Numerical simulation and experimental study on hydraulic characteristics of L-shaped baffle fishway

Yongsheng Liu¹Jianping Tang^1*Benqin Liu²Neng Wang¹Yasi Ye¹Jiankang Miao¹

• ¹Hunan Province Communications Planning, Survey & Design Institute Co., Ltd, Changsha, China
• ²Nanjing Hydraulic Research Institute, Nanjing, China

The rapid expansion of hydraulic infrastructure has profoundly disrupted fish migration pathways in riverine ecosystems. To address this challenge, this study investigated the fishway at China's Zhuzhou Hub, comparing conventional L-type and H-type baffle designs. A mathematical framework based on the k-ε turbulence model was employed to characterize the hydraulic behavior of these structures, with numerical solutions derived via the finite volume method. A comprehensive 1:6 scale physical model was then used to validate hydraulic performance, analyzing flow field structure in pool chambers, velocity distribution at vertical slots, and water surface profile variations under varying water levels.

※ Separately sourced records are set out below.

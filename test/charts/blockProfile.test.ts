import fc from 'fast-check';
import { describe, expect, test } from 'vitest';
import { blockProfile } from '../../src/charts/standing/blockProfile.ts';
import { lastBlockFinder } from '../../src/charts/standing/lastBlock.ts';

describe('every possible last block', () => {
  test('the best on each side is the one the judge finds', () => {
    const counts = fc.array(fc.tuple(fc.integer({ min: 5, max: 200 }), fc.double({ min: 0, max: 1, noNaN: true })), {
      minLength: 12,
      maxLength: 50,
    });
    fc.assert(
      fc.property(counts, fc.boolean(), fc.boolean(), (made, trial, without) => {
        const accounts = made.map(([n]) => n);
        const lost = made.map(([n, share]) => Math.max(1, Math.min(n - 1, Math.round(n * share))));
        const design = {
          accounts,
          baselineLast: trial ? accounts.length : Math.floor(accounts.length / 2),
          excluded: without ? [2] : [],
        };
        const found = lastBlockFinder(design)(lost);
        const profile = blockProfile(design, lost);
        for (const side of ['above', 'below'] as const) {
          const best = Math.max(0, ...profile.filter((block) => block.side === side).map(({ ratio }) => ratio));
          expect(best).toBeCloseTo(found[side].ratio, 9);
        }
      }),
    );
  });
});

Results demonstrate that the L-type baffle configuration yields slot velocities of 0.28-0.87 m/s (mean: 0.50-0.77 m/s), meeting the critical swimming requirements of the "Four Major Chinese Carps" (black carp, grass carp, silver carp, and bighead carp) (response velocity: 0.2 m/s; critical velocity: 1.3 m/s). The main flow exhibited a smooth S-shaped curvature with lower flow distortion than the H-type baffle, while low-velocity zones (<0.3 m/s) occupied over 50% of the chamber area, ensuring both fish passage efficiency and resting opportunities. Experimental observations showed strong agreement with simulation data, confirming the accuracy of the mathematical framework and numerical methodology. These findings provide robust theoretical and practical guidance for optimizing fishway designs to enhance migratory success and ecological sustainability in regulated rivers.